We are told by Horizon’s boosters it will “remain a not-for-profit, charitable and benevolent company” and that the critics of the deal are just making up facts because its status is enshrined in the marble of state law. Rest assured, you ill-informed peasants, “New Jersey law prohibits private inurement” for Horizon and our “Attorney General has the power and duty to enforce that law.”

And so, we can relax because the “public’s interest in the value of Horizon is protected by a set of laws that are not being modified in any way by this legislation.”
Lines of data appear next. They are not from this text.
import type { Compiled } from './compiled';
import { CLOCK, FINISH_FINISH, FINISH_START, SESSION, START_START } from './compiled';
import { NEVER } from './calendar';
import { workMinutes } from './work-minutes';

/**
 * What each stage is likely to take by the clock, before anything is placed: nights and weekends included where its work goes
 * over several shifts. Only for priorities; nothing is proved from it. In minutes.
 */
export interface Estimate {
  readonly work: Float64Array;
  /** Work and dwell. */
  readonly whole: Float64Array;
  /** Stages with every one after all that it waits for, as far as links allow. */
  readonly topological: Int32Array;
  /** Earliest and latest starts along the links, from the horizon's start and from dates and horizon back. */
  readonly earliestStart: Float64Array;
  readonly latestStart: Float64Array;
}

/** Estimates elapsed times and the critical path of a compiled problem (Kelley & Walker 1959, forward and backward pass). */
export function estimate(compiled: Compiled): Estimate {
  const work = Float64Array.from({ length: compiled.stageCount }, (_, stage) => elapsedWork(compiled, stage));
  const whole = work.map((minutes, stage) => minutes + compiled.work.dwellAge[stage] / 1000);
  const topological = sortTopologically(compiled);
  const earliestStart = forwardPass(compiled, topological, work, whole);
  const latestStart = backwardPass(compiled, topological, work, whole);
  return { work, whole, topological, earliestStart, latestStart };
}

function elapsedWork(compiled: Compiled, stage: number): number {
  const crew = compiled.work.crews[stage][0] ?? null;
  const minutes = workMinutes(compiled, stage, compiled.work.minutes[stage], crew);
  const continuity = compiled.work.continuity[stage];
  if (!crew || crew.makers.length === 0 || continuity === CLOCK || continuity === SESSION || minutes >= NEVER) {
    return Math.min(minutes, compiled.horizonMinutes);
  }
  const calendar = compiled.makers.ordinary[crew.makers[0]];
  if (calendar.count === 0) return minutes;
  let there = 0;
  for (let i = 0; i < calendar.count; i += 1) there += calendar.ends[i] - calendar.starts[i];
  const span = calendar.ends[calendar.count - 1] - calendar.starts[0];
  const shift = there / calendar.count;
  return minutes <= shift ? minutes : (minutes * span) / there;
}

/** Kahn 1962; what is caught in a cycle comes last, in order. */
export function sortTopologically(compiled: Compiled): Int32Array {
  const { links, stageCount } = compiled;
  const waits = new Int32Array(stageCount);
  for (let link = 0; link < links.count; link += 1) waits[links.to[link]] += 1;
  const order: number[] = [];
  const isDone = new Uint8Array(stageCount);
  for (let stage = 0; stage < stageCount; stage += 1) if (waits[stage] === 0) order.push(stage);
  for (let next = 0; next < order.length; next += 1) {
    isDone[order[next]] = 1;
    for (let k = links.outOf[order[next]]; k < links.outOf[order[next] + 1]; k += 1) {
      const to = links.to[links.outLinks[k]];
      waits[to] -= 1;
      if (waits[to] === 0) order.push(to);
    }
  }
  for (let stage = 0; stage < stageCount; stage += 1) if (isDone[stage] === 0) order.push(stage);
  return Int32Array.from(order);
}

function forwardPass(compiled: Compiled, order: Int32Array, work: Float64Array, whole: Float64Array): Float64Array {
  const { links } = compiled;
  const start = Float64Array.from(compiled.work.earliest);
  for (const stage of order) {
    for (let k = links.outOf[stage]; k < links.outOf[stage + 1]; k += 1) {
      const link = links.outLinks[k];
      const to = links.to[link];
      start[to] = Math.max(start[to], start[stage] + startToStart(compiled, link, work, whole));
    }
  }
  return start;
}

function backwardPass(compiled: Compiled, order: Int32Array, work: Float64Array, whole: Float64Array): Float64Array {
  const { links, dates } = compiled;
  const latestFinish = new Float64Array(compiled.stageCount).fill(compiled.horizonMinutes);
  for (let date = 0; date < dates.count; date += 1) {
    // A wished date pulls less than a hard one: its slack counts as if it were a little later.
    const slackOf = dates.isHard[date] === 1 ? 0 : 1;
    for (const stage of dates.stages[date])
      latestFinish[stage] = Math.min(latestFinish[stage], dates.at[date] + slackOf);
  }
  const start = latestFinish.map((finish, stage) =>
    Math.min(finish - whole[stage], compiled.work.latest[stage] - work[stage]),
  );
  for (let p = order.length - 1; p >= 0; p -= 1) {
    const stage = order[p];
    for (let k = links.outOf[stage]; k < links.outOf[stage + 1]; k += 1) {
      const link = links.outLinks[k];
      start[stage] = Math.min(start[stage], start[links.to[link]] - startToStart(compiled, link, work, whole));
    }
  }
  return start;
}

/** The least minutes from one start to the other that a link's minimum gap asks for, by estimated times. */
export function startToStart(compiled: Compiled, link: number, work: Float64Array, whole: Float64Array): number {
  const { links } = compiled;
  const from = links.from[link];
  const to = links.to[link];
  const kind = links.kind[link];
  const gap = links.minGap[link];
  const firstPart =
    kind === FINISH_START || kind === FINISH_FINISH ? (links.afterWork[link] === 1 ? work[from] : whole[from]) : 0;
  const secondPart = kind === FINISH_START || kind === START_START ? 0 : work[to];
  return firstPart + gap - secondPart;
}
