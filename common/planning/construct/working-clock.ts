import type { Calendar } from './calendar';
import { NEVER } from './calendar';

/** Adds working minutes to instants by the studio's own calendar. */
export class WorkingClock {
  constructor(private readonly calendar: Calendar) {}

  /** Working minutes from the horizon's start until an instant. */
  minutesUntil(instant: number): number {
    const { calendar } = this;
    const i = calendar.indexAt(instant);
    if (i >= calendar.count) return calendar.total;
    return calendar.before[i] + Math.max(0, instant - calendar.starts[i]);
  }

  /** The first instant with at least `gap` working minutes since `from`, not before `from` where the gap is 0 or more. */
  earliestAfter(from: number, gap: number): number {
    const target = this.minutesUntil(from) + gap;
    if (gap >= 0 && target <= this.minutesUntil(from)) return from;
    return this.firstWith(target);
  }

  /** The last instant with at most `gap` working minutes since `from`. */
  latestAfter(from: number, gap: number): number {
    const target = this.minutesUntil(from) + gap;
    if (target < 0) return -NEVER;
    return this.firstWith(target + 1) - 1;
  }

  private firstWith(minutes: number): number {
    const { before, starts, total } = this.calendar;
    if (minutes <= 0) return -NEVER;
    if (minutes > total) return NEVER;
    let low = 0;
    let high = before.length - 1;
    while (low < high) {
      const middle = (low + high + 1) >> 1;
      if (before[middle] < minutes) low = middle;
      else high = middle - 1;
    }
    return starts[low] + minutes - before[low];
  }
}
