import { type Calendar, NEVER } from './calendar';
import { CLOCK, type Compiled, type Crew, SESSION } from './compiled';
import type { Layout } from './layout';
import { workMinutes } from './work-minutes';

/**
 * How soon each crew of a stage could be done at the very best, so that the likeliest is fitted first and most others need not be
 * fitted at all. A bound looks only at when each maker is first free and at one calendar; it is never above the true end.
 */
export class CrewBounds {
  /** Minutes of bare work by crew, of the stage asked about last. */
  minutes = new Int32Array(64);
  /** For each crew: no start before this instant; NEVER where it has none. */
  start = new Int32Array(64);
  /** For each crew: no end before this instant. */
  end = new Int32Array(64);
  private readonly compiled: Compiled;
  /** When each maker is first free from the instant asked about, where the stamp is the present one. */
  private readonly free: Int32Array;
  private readonly stamp: Int32Array;
  private present = 0;

  constructor(private readonly layout: Layout) {
    this.compiled = layout.compiled;
    this.free = new Int32Array(this.compiled.makerIds.length);
    this.stamp = new Int32Array(this.compiled.makerIds.length);
  }

  /** Works out the minutes of each crew for a stage; the fewest of all, or the bare effort where nobody is needed. */
  measure(stage: number, crews: readonly Crew[]): number {
    const effort = this.compiled.work.minutes[stage];
    if (this.minutes.length < crews.length) {
      this.minutes = new Int32Array(2 * crews.length);
      this.start = new Int32Array(2 * crews.length);
      this.end = new Int32Array(2 * crews.length);
    }
    let fewest = crews.length === 0 ? effort : NEVER;
    for (let c = 0; c < crews.length; c += 1) {
      const minutes = workMinutes(this.compiled, stage, effort, crews[c]);
      this.minutes[c] = minutes;
      if (minutes < fewest) fewest = minutes;
    }
    return fewest;
  }

  /** Bounds every measured crew's start and end, from an instant on. */
  bound(stage: number, crews: readonly Crew[], from: number, overtime: boolean): void {
    this.present += 1;
    const { makers, work } = this.compiled;
    const calendars = overtime ? makers.extended : makers.ordinary;
    const isUnbroken = work.continuity[stage] === CLOCK || work.continuity[stage] === SESSION;
    for (let c = 0; c < crews.length; c += 1) {
      const seats = crews[c].makers;
      const minutes = this.minutes[c];
      let start = from;
      if (minutes > 0)
        for (let k = 0; k < seats.length; k += 1) start = Math.max(start, this.freeFrom(seats[k], calendars, from));
      this.start[c] = start;
      this.end[c] =
        isUnbroken || start >= NEVER || minutes === 0 || seats.length === 0
          ? Math.min(NEVER, start + minutes)
          : calendars[seats[0]].endOf(start, minutes);
    }
  }

  /** The first minute from an instant on at which a maker is on shift and not booked. */
  private freeFrom(maker: number, calendars: readonly Calendar[], from: number): number {
    if (this.stamp[maker] === this.present) return this.free[maker];
    const calendar = calendars[maker];
    const bookings = this.layout.bookings[maker];
    let t = from;
    for (let isFree = false; !isFree;) {
      const i = calendar.indexAt(t);
      if (i >= calendar.count) {
        t = NEVER;
        break;
      }
      if (calendar.starts[i] > t) t = calendar.starts[i];
      const b = bookings.indexAt(t);
      isFree = b >= bookings.count || bookings.starts[b] > t;
      if (!isFree) t = bookings.ends[b];
    }
    this.stamp[maker] = this.present;
    this.free[maker] = t;
    return t;
  }
}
So, what would we call the $8.7 million compensation in 2010 for Horizon’s former Chairman and CEO William J. Marino or the $4.5 million that NJBiz reported Robert Marino made in 2016, which included his $950,000 salary plus his $3 million bonus?

“Updating our laws to allow Horizon to change its form to a not-for-profit mutual company will allow the Company to continue the needs of customers today and into the future,” reads Horizon’s promotional material. But what if the problem with Horizon is that it is a business in the first place? Could it be the very model we rely on of high-priced gatekeepers, premiums, strategic business alliances and deductibles all work to ration health care while enriching a small circle of CEOs, consultants and lobbyists? Could it be that’s what gives the whirl to the revolving door through which news media and government types fly through to grab that brass ring?

It would seem that before we restructure our state’s largest health care insurance provider as it wants our legislature conduct a thorough review of how past government and private sector policies, including those of the sainted Horizon Blue Cross Blue Shield Blue Cross, may have made us more vulnerable to this once in a century die-off of our friends and family.

The dead deserve it and the living require it.